◆ **Task directions**: Reproduce the entries below exactly, but only from the line containing "is not installed." to the line containing "static void startJobWithTraffic()", inclusive.

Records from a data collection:
/**
 * A running job on the in-JVM broker with one experiment (an arm with a hostile name among them) and a
 * rejected event: headless Chromium (Debian's chromium, as {@code .ci/run} installs it) renders {@code /} and
 * {@code /experiments/{id}}, and the rendered DOM must hold the arm names as text and the numbers of the
 * decision record the page names; the screenshot must show the charts' colours. The dashboard and the alert
 * rules in deploy/monitoring may name only metrics this job exports at {@code /metrics}. The browser test is
 * skipped, and reported as skipped with the reason, only where chromium is not installed.
 */
class LiveJobPagesIT {

    private static final Duration TIMEOUT = Duration.ofSeconds(120);
    private static final Path TARGET = Path.of("target");
    private static final String ID = "ferry-fares";
    private static final String HOSTILE = "<b>bold</b> & \"quoted\"";
    private static final List<String> ARMS = List.of("classic-grid", HOSTILE, "compact-list");
    private static final double[] RATES = {0.03, 0.05, 0.12};
    private static final int WIDTH = 1000;
    private static final int HEIGHT = 1500;

    private static EmbeddedKafkaBroker broker;
    private static StreamsJob job;
    private static JobConfig config;

    @BeforeAll
    static void startJobWithTraffic() throws Exception {
        Path dir = Directories.fresh("live-job-pages");
        broker = EmbeddedKafkaBroker.builder(dir.resolve("kafka")).build().start();
        Map<String, String> values = new HashMap<>(Map.of("bootstrap.servers", broker.bootstrapServers(),
                "application.id", "pages-test", "state.dir", dir.resolve("state").toString(),
                "commit.interval.ms", "100", "num.stream.threads", "1", "runoff.http.port",
                String.valueOf(Ports.free()), "runoff.flush.interval.ms", "100", "runoff.allocate.interval.ms", "100",
                "runoff.signing.required", "false"));
        config = JobConfig.of(values);
        try (Admin admin = Admin.create(config.clientProperties(JobConfig.Client.ADMIN))) {
            new TopicCreator(admin, 30_000).ensure(TopicSpec.of(config.topology()), 1, Optional.empty());
        }
        job = StreamsJob.start(config);
        Await.until("the job RUNNING", TIMEOUT, () -> job.state() == KafkaStreams.State.RUNNING);
        ExperimentDefinition definition = TestDefinitions.perExposure(TestDefinitions.bernoulli(ID,
                ARMS.toArray(String[]::new)));
        new DefinitionsClient(config, Duration.ofSeconds(30)).put(definition, Format.AVRO);
        Await.until("the definition accepted", TIMEOUT, () -> job.accepts(ID));
        UniformRandomProvider random = RandomSource.XO_RO_SHI_RO_128_PP.create(17L);
        for (int round = 0; round < 6; round++) {
            send(visitors(random, round, 300));
            Thread.sleep(1_200);
        }
        send(List.of(OutcomeEvent.newBuilder().setExperimentId("no-such-experiment").setUnitId("u").setEventId("bad")
                .setType(EventType.EXPOSURE).setTimestamp(System.currentTimeMillis()).setArm("a").build()));
        Await.until("several decision records", TIMEOUT, () -> decisions().size() >= 4);
    }

    @AfterAll
    static void stop() {
        if (job != null) {
            job.close();
        }
        if (broker != null) {
            broker.close();
        }
    }

    @Test
    void chromiumRendersBothPagesWithTheDecisionRecordsNumbers() throws Exception {
        String chromium = Browser.chromium();
        assumeTrue(chromium != null, "chromium is not installed (apt-get install -y chromium): browser test skipped");
        String base = "http://127.0.0.1:" + job.httpPort();

        String list = chromium(chromium, base + "/", "--dump-dom");
        assertTrue(list.contains(">" + ID + "</a>"), "the experiment listed");
        assertTrue(list.contains("&lt;b&gt;bold&lt;/b&gt; &amp; \"quoted\""), "the hostile arm name as text");
        assertFalse(list.contains("<b>bold</b>"), "the hostile arm name became markup");

        String dom = chromium(chromium, base + "/experiments/" + ID, "--dump-dom");
        Matcher shown = Pattern.compile("Arms at decision #(\\d+)").matcher(dom);
        assertTrue(shown.find(), "the page names its decision record");
        long sequence = Long.parseLong(shown.group(1));
        DecisionRecord record = decisions().stream().filter(d -> d.getSequence() == sequence).findFirst()
                .orElseThrow(() -> new AssertionError("no decision record #" + sequence + " on the topic"));
        for (ArmState arm : record.getArms()) {
            String name = arm.getArm().replace("&", "&amp;").replace("<", "&lt;").replace(">", "&gt;");
            Matcher row = Pattern.compile("<tr><th scope=\"row\">" + Pattern.quote(name) + "( \\(leader\\))?</th>(.*?)"
                    + "</tr>", Pattern.DOTALL).matcher(dom);
            assertTrue(row.find(), "a row for arm " + arm.getArm());
            String cells = row.group(2);
            assertTrue(cells.contains(String.format(Locale.ROOT, "%,d", arm.getTrials())), "trials of " + name + ": " + cells);
            assertTrue(cells.contains(String.format(Locale.ROOT, "%.4f", arm.getAlpha())), "P(best) of " + name);
            assertTrue(cells.contains(String.format(Locale.ROOT, "%.3f", arm.getWeight())), "weight of " + name);
        }
        assertFalse(dom.contains("<b>bold</b>"), "the hostile arm name became markup");
        assertEvidenceOfALosingArm(dom, record);
        Matcher svg = Pattern.compile("<svg [^>]*width=\"(\\d+)\" height=\"(\\d+)\"").matcher(dom);
        int charts = 0;
        while (svg.find()) {
            charts++;
            assertTrue(Integer.parseInt(svg.group(1)) >= 600 && Integer.parseInt(svg.group(2)) >= 200, svg.group());
        }
        assertEquals(4, charts, "weights, P(best), evidence against trials, statistic against threshold");

        Path png = TARGET.resolve("experiment-page.png").toAbsolutePath();
        Files.deleteIfExists(png);
        chromium(chromium, base + "/experiments/" + ID, "--screenshot=" + png);
        BufferedImage image = ImageIO.read(png.toFile());
        assertEquals(WIDTH, image.getWidth());
        // the first three series colours of LineChart (Okabe-Ito blue, vermillion, bluish green) are drawn
        for (int rgb : new int[] {0x0072B2, 0xD55E00, 0x009E73}) {
            assertTrue(Browser.pixelsNear(image, rgb) > 200, String.format("colour %06x drawn", rgb));
        }
    }

    @Test
    void dashboardAndAlertRulesNameOnlyMetricsTheJobExports() throws Exception {
        Set<String> named = new TreeSet<>();
        JsonNode dashboard = new ObjectMapper().readTree(RepositoryFiles.resolve("deploy", "monitoring",
                "runoff-dashboard.json").toFile());
        List<String> expressions = new ArrayList<>();
        dashboard.get("panels").forEach(p -> p.get("targets").forEach(t -> expressions.add(t.get("expr").asText())));
        dashboard.get("templating").get("list").forEach(v -> {
            if ("query".equals(v.path("type").asText())) {
                expressions.add(v.get("query").asText().replaceAll("^label_values\\((.*),[^,]*\\)$", "$1"));
            }
        });
        JsonNode rules = new ObjectMapper(new YAMLFactory()).readTree(RepositoryFiles.resolve("deploy", "monitoring",
                "runoff-alerts.yaml").toFile());
        int alerts = 0;
        for (JsonNode group : rules.get("groups")) {
            for (JsonNode rule : group.get("rules")) {
                assertTrue(rule.hasNonNull("alert") && rule.hasNonNull("expr"), "an alerting rule: " + rule);
                expressions.add(rule.get("expr").asText());
                alerts++;
            }
        }
        assertTrue(alerts >= 5, "a handful of alerts");
        expressions.forEach(e -> named.addAll(PromQl.metricNames(e)));
        assertTrue(named.containsAll(Set.of("runoff_events_folded_total", "runoff_rejected_total",
                "runoff_allocation_pass_seconds_sum", "runoff_experiments_lagging",
                "runoff_stream_thread_replacements_total", "kafka_consumer_fetch_manager_records_lag_max")),
                "the issue's six subjects: " + named);
        // some metrics appear only once their client has done the work (a topic's first record, a rejection)
        Set<String> missing = new TreeSet<>(named);
        long deadline = System.nanoTime() + TIMEOUT.toNanos();
        while (!missing.isEmpty() && System.nanoTime() < deadline) {
            missing.removeAll(exported(Http.get(job.httpPort(), "/metrics").body()));
            if (!missing.isEmpty()) {
                Thread.sleep(1_000);
            }
        }
        assertEquals(Set.of(), missing, "metrics named in deploy/monitoring that the job does not export");
    }

    @Test
    void laggingAnswersFromTheRunningJobsCensus() throws Exception {
        // The job keeps up with its one experiment (100 ms allocation interval), so none lags; a scan time
        // above 0 shows the answer came from a census of the store, not the empty list held before the first.
        HttpResponse<String> response = Http.get(job.httpPort(), "/lagging");
        assertEquals(200, response.statusCode());
        JsonNode body = new ObjectMapper().readTree(response.body());
        assertEquals(0, body.get("lagging").asLong(), response.body());
        assertEquals(0, body.get("experimentIds").size(), response.body());
        assertTrue(body.get("scannedAt").asLong() > 0, response.body());
    }

    /** Metric names in a Prometheus text exposition. */
    /**
     * The evidence table names the same decision record as the arm table and shows, for a losing arm with a
     * positive P(best), -ln of the record's P(best) (Russo 2020's evidence against the arm).
     */
    private static void assertEvidenceOfALosingArm(String dom, DecisionRecord record) {
        assertTrue(dom.contains("Evidence at decision #" + record.getSequence() + " "), "the evidence table's record");
        ArmState leader = record.getArms().stream().max(Comparator.comparingDouble(ArmState::getAlpha))
                .orElseThrow();
        ArmState loser = record.getArms().stream().filter(a -> a != leader && a.getAlpha() > 0).findFirst()
                .orElseThrow(() -> new AssertionError("no losing arm with a positive P(best) in #" + record.getSequence()));
        String name = loser.getArm().replace("&", "&amp;").replace("<", "&lt;").replace(">", "&gt;");
        Matcher row = Pattern.compile("<tr><th scope=\"row\">" + Pattern.quote(name) + "</th><td class=\"n\">([^<]*)</td>")
                .matcher(dom.substring(dom.indexOf("Evidence at decision #")));
        assertTrue(row.find(), "an evidence row for " + loser.getArm());
        assertEquals(String.format(Locale.ROOT, "%.3g", -Math.log(loser.getAlpha())), row.group(1),
                "evidence against " + loser.getArm());
    }

    private static Set<String> exported(String exposition) {
        Set<String> names = new TreeSet<>();
        exposition.lines().filter(l -> !l.isEmpty() && !l.startsWith("#"))
                .forEach(l -> names.add(l.split("[{ ]", 2)[0]));
        return names;
    }

    private static List<OutcomeEvent> visitors(UniformRandomProvider random, int round, int count) {
        List<OutcomeEvent> events = new ArrayList<>();
        long now = System.currentTimeMillis();
        for (int v = 0; v < count; v++) {
            int arm = random.nextInt(ARMS.size());
            String unit = "visitor-" + round + "-" + v;
            events.add(event(unit, unit + "-x", EventType.EXPOSURE, ARMS.get(arm), now));
            if (random.nextDouble() < RATES[arm]) {
                events.add(event(unit, unit + "-c", EventType.CLICK, ARMS.get(arm), now));
            }
        }
        return events;
    }

    private static OutcomeEvent event(String unit, String eventId, EventType type, String arm, long time) {
        return OutcomeEvent.newBuilder().setExperimentId(ID).setUnitId(unit).setEventId(eventId).setType(type)
                .setArm(arm).setTimestamp(time).build();
    }

    private static void send(List<OutcomeEvent> events) {
        try (KafkaProducer<byte[], byte[]> producer = new KafkaProducer<>(
                config.clientProperties(JobConfig.Client.PRODUCER), new ByteArraySerializer(), new ByteArraySerializer())) {
            for (OutcomeEvent e : events) {
                producer.send(new ProducerRecord<>(config.topology().outcomesTopic(),
                        e.getUnitId().getBytes(StandardCharsets.UTF_8), RecordCodec.outcomeEvents().encode(e)));
            }
        }
    }

    /** Every committed decision record on the topic. */
    private static List<DecisionRecord> decisions() {
        var props = config.clientProperties(JobConfig.Client.CONSUMER);
        props.put(ConsumerConfig.ISOLATION_LEVEL_CONFIG, "read_committed");
        List<DecisionRecord> out = new ArrayList<>();
        try (KafkaConsumer<byte[], byte[]> consumer = new KafkaConsumer<>(props, new ByteArrayDeserializer(),
                new ByteArrayDeserializer())) {
            List<TopicPartition> partitions = consumer.partitionsFor(config.topology().decisionsTopic()).stream()
                    .map(p -> new TopicPartition(p.topic(), p.partition())).toList();
            consumer.assign(partitions);
            consumer.seekToBeginning(partitions);
            Map<TopicPartition, Long> end = consumer.endOffsets(partitions);
            long deadline = System.nanoTime() + TimeUnit.SECONDS.toNanos(30);
            while (partitions.stream().anyMatch(p -> consumer.position(p) < end.get(p)) && System.nanoTime() < deadline) {
                for (ConsumerRecord<byte[], byte[]> r : consumer.poll(Duration.ofMillis(200))) {
                    Decoded<DecisionRecord> d = RecordCodec.decisionRecords().decode(r.value(), r.timestamp());
                    out.add(d.orThrow());
                }
            }
        }
        return out;
    }

    /** Runs headless chromium on {@code url} with {@code action}; returns what it printed (the DOM for --dump-dom). */
    private static String chromium(String chromium, String url, String action) throws IOException, InterruptedException {
        Path profile = Files.createTempDirectory(TARGET.toAbsolutePath(), "chromium-profile");
        Path out = Files.createTempFile(TARGET.toAbsolutePath(), "chromium", ".out");
        List<String> command = List.of(chromium, "--headless", "--no-sandbox", "--disable-gpu",
                "--disable-background-networking", "--disable-component-update", "--disable-sync", "--no-first-run",
                "--user-data-dir=" + profile, "--window-size=" + WIDTH + "," + HEIGHT, action, url);
        Process process = new ProcessBuilder(command).redirectError(TARGET.resolve("chromium-pages.log").toFile())
                .redirectOutput(out.toFile()).start();
        if (!process.waitFor(90, TimeUnit.SECONDS)) {
            process.destroyForcibly();
            throw new AssertionError("chromium did not finish within 90 s; see target/chromium-pages.log");
        }
        return Files.readString(out);
    }
}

◆ **Task output**:
 * skipped, and reported as skipped with the reason, only where chromium is not installed.
 */
class LiveJobPagesIT {

    private static final Duration TIMEOUT = Duration.ofSeconds(120);
    private static final Path TARGET = Path.of("target");
    private static final String ID = "ferry-fares";
    private static final String HOSTILE = "<b>bold</b> & \"quoted\"";
    private static final List<String> ARMS = List.of("classic-grid", HOSTILE, "compact-list");
    private static final double[] RATES = {0.03, 0.05, 0.12};
    private static final int WIDTH = 1000;
    private static final int HEIGHT = 1500;

    private static EmbeddedKafkaBroker broker;
    private static StreamsJob job;
    private static JobConfig config;

    @BeforeAll
    static void startJobWithTraffic() throws Exception {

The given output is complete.